Score:6

RAID10 with 2 failed drives

bs flag

I have 4 disks in a raid10 array into a dell server. 2 drives are failed right now. The failed drives are not in the same group (1+2 and 3+4), drives failed are 2 and 3. The server is still running, but the array is degraded. I'm waiting the new drives to arrive.

What is the best way to replace drives? Can I replace both disks at the same time or it's better to rebuild the first group first then replace the other?

Russell McMahon avatar
in flag
You may know why the drives failed but, if not, I'd suggest a very careful analysis of the reasons. Based on my experience with standard commercial/retail drives, real-world lifetimes are typically 5 to 10 years, with some unfortunate lesser time failures. Two drive failures within a short period suggests a common cause. Maybe power supply issues, temperature, other environment.
Score:12
cn flag
  1. Make sure you have an up-to-date backup. If, for whatever reason, you don’t - start evacuating your data immediately! Don’t do it in parallel with the RAID rebuild as it puts more pressure on disks and instead of the streamline process you’ll get tons of random I/O killing performance. One you really need to get data somewhere ASAP.

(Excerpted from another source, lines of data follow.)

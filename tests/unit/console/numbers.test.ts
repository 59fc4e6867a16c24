import { expect, it } from 'vitest'
import { bytes, change, grouped, significant, tickLabel } from '../../../console/lib/numbers.ts'

it.each([
  { given: 0, want: '0' },
  { given: 12.345, want: '12.3' },
  { given: -0.5, want: '−0.500' },
  { given: 999.6, want: '1\u2009000' },
  { given: 123456.7, want: '123\u2009457' },
  { given: 0.00012345, want: '1.23·10⁻⁴' },
  { given: 87, want: '87.0' },
  { given: Infinity, want: '∞' },
  { given: NaN, want: 'not a number' },
])('shows $given with three significant digits as $want', ({ given, want }) => {
  expect(significant(given)).toBe(want)
})

it.each([
  { from: 2, to: 1, want: '−50 %' },
  { from: 1, to: 1.04, want: '+4 %' },
  { from: 1, to: 1.001, want: 'unchanged' },
  { from: 0, to: 1, want: '' },
])('says that $from to $to is "$want"', ({ from, to, want }) => {
  expect(change(from, to)).toBe(want)
})

it('leaves out zeros that say nothing at an axis', () => {
  expect([0, 0.05, 0.1, 50, 1500].map(tickLabel)).toEqual(['0', '0.05', '0.1', '50', '1\u2009500'])
})

it('groups digits by three and takes the unit of bytes that fits', () => {
  expect(grouped(1234567)).toBe('1\u2009234\u2009567')
  expect(bytes(36_700)).toEqual({ value: '36.7', unit: 'kB' })
  expect(bytes(12)).toEqual({ value: '12', unit: 'B' })
})
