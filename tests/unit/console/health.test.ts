import { expect, it } from 'vitest'
import type { Adaptation, LogEntry } from '../../../console/features/adaptations/adaptations.ts'
import { attentionOf, healthOf, urgency } from '../../../console/features/adaptations/health.ts'
import { frozenSpans } from '../../../console/features/adaptations/log.ts'

const now = Date.parse('2026-03-01T12:00:00Z')
const ago = (seconds: number) => new Date(now - seconds * 1000).toISOString()

function adaptation(more: Partial<Adaptation>): Adaptation {
  return {
    state: 'adapting',
    frozen: null,
    revision: 7,
    rejections_in_a_row: 0,
    guard: { rejections_before_freeze: 20 },
    last_batch: { position: 1, entry: 'batch', sequence: 1, revision: 7, at: ago(2) },
    created_at: ago(3600),
    ...more,
  } as Adaptation
}

it.each([
  { state: 'adapting', given: adaptation({}) },
  { state: 'rejecting', given: adaptation({ rejections_in_a_row: 2 }) },
  { state: 'rejecting', given: adaptation({ rejections_in_a_row: 1, last_batch: { position: 1, entry: 'batch', sequence: 1, revision: 7, at: ago(2), verdict: 'rejected' } }) },
  { state: 'adapting', given: adaptation({ rejections_in_a_row: 1 }) },
  { state: 'silent', given: adaptation({ last_batch: { position: 1, entry: 'batch', sequence: 1, revision: 7, at: ago(61) } }) },
  { state: 'silent', given: adaptation({ last_batch: null }) },
  { state: 'frozen', given: adaptation({ state: 'frozen', frozen: { reason: 'too many', at: ago(5), by: 'guard' }, last_batch: null }) },
  { state: 'ended', given: adaptation({ state: 'ended' }) },
])('an adaptation that is $state is shown so', ({ state, given }) => {
  expect(healthOf(given, now).state).toBe(state)
})

it('the worst comes first, and only what asks for attention has words', () => {
  const frozen = adaptation({ state: 'frozen', frozen: { reason: 'too many', at: ago(5), by: 'guard' } })
  const silent = adaptation({ last_batch: null })
  const well = adaptation({})

  expect([well, silent, frozen].map((each) => urgency(healthOf(each, now)))).toEqual([3, 2, 0])
  expect(attentionOf(frozen, healthOf(frozen, now))).toBe('Frozen by its guards: too many')
  expect(attentionOf(silent, healthOf(silent, now))).toBe('No batch yet, 1 h after it was started')
  expect(attentionOf(well, healthOf(well, now))).toBeUndefined()
})

it('frozen spans run from freeze to resume, or to the newest entry', () => {
  const entry = (position: number, more: Partial<LogEntry> = {}): LogEntry => ({ position, entry: 'batch', sequence: position, revision: 1, at: ago(0), ...more })
  const entries = [entry(1), entry(2, { entry: 'command', command: 'freeze' }), entry(3), entry(4, { entry: 'command', command: 'resume' }), entry(5), entry(6, { reasons: [{ code: 'frozen', detail: '' }] }), entry(7)]

  expect(frozenSpans(entries, true)).toEqual([
    [2, 4],
    [6, 7],
  ])
})
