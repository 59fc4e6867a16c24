import { expect, it } from 'vitest'
import { errorScale, linearScale, logScale, roundTicks } from '../../../console/components/plot/scale.ts'

it('a linear scale puts its ends where they belong', () => {
  const scale = linearScale(0, 10, 100, 0)

  expect([0, 5, 10].map(scale.place)).toEqual([100, 50, 0])
})

it('a log scale gives each decade the same length, and values at or below 0 the lower edge', () => {
  const scale = logScale(0.01, 100, 400, 0)

  expect([0.01, 0.1, 1, 100].map((value) => Math.round(scale.place(value)))).toEqual([400, 300, 200, 0])
  expect(scale.place(0)).toBe(400)
  expect(scale.ticks).toEqual([0.01, 0.1, 1, 10, 100])
})

it('errors go on a log axis only where they span more than a decade', () => {
  expect(errorScale([1, 2, 5], 100, 0).kind).toBe('linear')
  expect(errorScale([0.01, 2, 5], 100, 0).kind).toBe('log')
  expect(errorScale([], 100, 0).kind).toBe('linear')
  expect(errorScale([0, 0], 100, 0).kind).toBe('linear')
})

it('ticks are round numbers within the range', () => {
  expect(roundTicks(0, 1, 5)).toEqual([0, 0.2, 0.4, 0.6, 0.8, 1])
  expect(roundTicks(3, 3, 5)).toEqual([3])
})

  2. Replace faulty disks one-by-one. Doing a parallel rebuild in this case is going to be slower actually, and it’s not what you want.

Hope this helped.

P.S. You’ve been exceptionally lucky already as disks didn’t fail within same RAID1 group. Don’t stretch your luck thin!

G1R0UARD avatar
bs flag
Yes I am very lucky. That is what I have in my head too Thanks!
Konrad Gajewski avatar
cl flag
Why on Earth is it going to be slower? Speed-wise, maybe, but you will be doing it in parallel, right? The desired result of a non-degraded array should be quicker when doing both at the same time.
Peter Cordes avatar
ke flag
Why would parallel rebuild be slower? RAID10 has two separate pairs of mirrors, so it's just two independent drive copies. Or are you talking about doing this in the presence of significant I/O load from the still-running system, so reads during that time can be satisfied from the one disk that isn't part of the rebuild, reducing seeks on the pair that's rebuilding? That would make sense.
ilkkachu avatar
us flag
@PeterCordes, wouldn't the disk that's not part of the rebuild have different data than the one sourcing the new drive? Otherwise it would be part of the rebuild process. So it can't help with reads targeting the rebuilding pair. (But would allow some reads to complete uncontested, not that I'm sure that helps in practice.) I also don't get why a parallel rebuild would be _slower_; at worst it should be the same speed, e.g. if the limiting factor isn't the disks but the controller. Doing it one pair at a time might let the first pair finish faster, but I'm not sure if that's too useful either.
Score:2
ru flag

Not sure about the PERC but I'd replace one drive at a time. Most likely the controller schedules two rebuilds and only runs one of them at a time anyway.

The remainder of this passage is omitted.